The research is there to prove it — it’s been studied by Harris Cooper, Professor of Psychological Sciences at the University of Missouri,

summer loss in knowledge is approximately one month overall. So, taking three months off in the summer cuts the school year down to 8 months. In math, students lose 2.6 months.

But still … what about this study, the University of Illinois at Urbana-Champaign, that time spent playing outside, reduces and eliminates ADHD symptoms? And, what about the simple gift of giving kids the time and space to learn a new skill?

In the interest of “education” the summer vacation is shrinking. And, with today’s technological advances and instant access to information, parents are finding it difficult to take a simple week out of the office. The WSJ, August 15, 2007, Vacation Deflation: Breaks Get Shorter, cited Expedia.com’s annual Vacation Deprivation survey (not kidding — real name) that:

a full 35% of employed U.S. adults aren’t taking all the vacation days they get for the year, inching up from 33% last year. Only 14% plan to take off a full two-week vacation this year, down from 16% last year.
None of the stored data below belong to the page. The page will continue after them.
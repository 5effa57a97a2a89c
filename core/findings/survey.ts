import { median } from '../statistics/median.ts'
import type { Timeline } from '../timeline/timeline.ts'

/** Readings of one visit belong together: within two hours the rest of the installation is taken as unchanged. */
const VISIT_MS = 2 * 3_600_000
/** A hand clamp where the sheet names no better: ±(2 % of the difference + 0.1 mA); common practice, no source. */
const SHARE = 0.02
const FIXED_MA = 0.1

/** What a clamp survey says of one circuit or load, mA. */
export interface SurveyFigure {
  readonly ma: number
  /** Half-width of the interval. */
  readonly half: number
  readonly pairs: number
}

interface Reading {
  readonly at: number
  readonly ma: number
  readonly off: ReadonlySet<string>
}

/**
 * Clamp surveys: two readings of one visit whose lists of what was off differ by one thing give that thing's figure,
 * everything on against one off as well as everything off against one on. Of several pairs the median, its interval at
 * least as wide as their spread. By reference.
 */
export function surveyFigures(timeline: Timeline): Map<string, SurveyFigure> {
  const readings = readingsOf(timeline)
  const found = new Map<string, number[]>()
  for (let i = 0; i < readings.length; i++) {
    for (let j = i + 1; j < readings.length && readings[j]!.at - readings[i]!.at <= VISIT_MS; j++) {
      const pair = differByOne(readings[i]!, readings[j]!)
      if (pair === null) continue
      found.set(pair.of, [...(found.get(pair.of) ?? []), pair.ma])
    }
  }
  const figures = new Map<string, SurveyFigure>()
  for (const [of, values] of found) {
    const ma = median(values)
    const spread = values.length < 2 ? 0 : Math.max(...values.map((v) => Math.abs(v - ma)))
    figures.set(of, { ma, half: Math.max(SHARE * Math.abs(ma) + FIXED_MA, spread), pairs: values.length })
  }
  return figures
}

/** Clamp readings of this device by time; a load on a circuit that is off needs no word of its own. */
function readingsOf(timeline: Timeline): Reading[] {
  const circuitOf = new Map(timeline.things.filter((t) => t.kind === 'load').map((t) => [t.of, `circuit:${t.circuit}`]))
  const list: Reading[] = []
  for (const test of timeline.tests) {
    if (test.kind !== 'clamp' || test.rcd !== timeline.rcd.ref) continue
    const named = new Set<string>(test.off)
    list.push({
      at: test.at,
      ma: test.ma,
      off: new Set([...named].filter((of) => !named.has(circuitOf.get(of) ?? ''))),
    })
  }
  return list.sort((a, b) => a.at - b.at)
}

function differByOne(a: Reading, b: Reading): { of: string; ma: number } | null {
  const onlyA = [...a.off].filter((of) => !b.off.has(of))
  const onlyB = [...b.off].filter((of) => !a.off.has(of))
  if (onlyA.length + onlyB.length !== 1) return null
  return onlyB.length === 1 ? { of: onlyB[0]!, ma: a.ma - b.ma } : { of: onlyA[0]!, ma: b.ma - a.ma }
}
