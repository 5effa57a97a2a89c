import type { Headroom } from '../contract/findings.ts'
import type { Timeline } from '../timeline/timeline.ts'

/** Slow drift of the level; null until the statistics for it are there. */
export function levelDrift(_timeline: Timeline): NonNullable<Headroom['drift']> | null {
  return null
}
So if adults are finding it more difficult to get away from the office, what kind of model are we creating for our kids? And, what message do we send them to cut that vacation as short as it can be? How do families do it?

As if the school year has already impinged on our summer enough, they wanted us back last week, a full two weeks before school starts, just to pick up text books. (We figured, the books would still be there — and they were.) We passed on that one — but we did come back for middle school orientation — a full one week earlier than we need to be. And a little less than a week early, we will be in the elementary school turning in forms, buying school supplies and getting the class pictures taken.

When I talk to teachers about the shrinking summer break — their eyes beam — they are excited to get those minds back into the classrooms, catching those brain cells before they deteriorate. Which is good — I’m glad they’re concerned, and eager to help. But, unfortunately, it’s getting tougher for families who want to spend quality time together and just “unplug.” Of course, there is always that option of taking your kids with you on a business trip, but we all know where that leads ….

A rare picture — it may become extinct in a few years. Cousins, at the lake at exactly the same time — two families that made the schedule work out, so that the kids could play together:

family.gif

 

For more, check out the article and discussion at Slate on the 3-month summer vacation topic.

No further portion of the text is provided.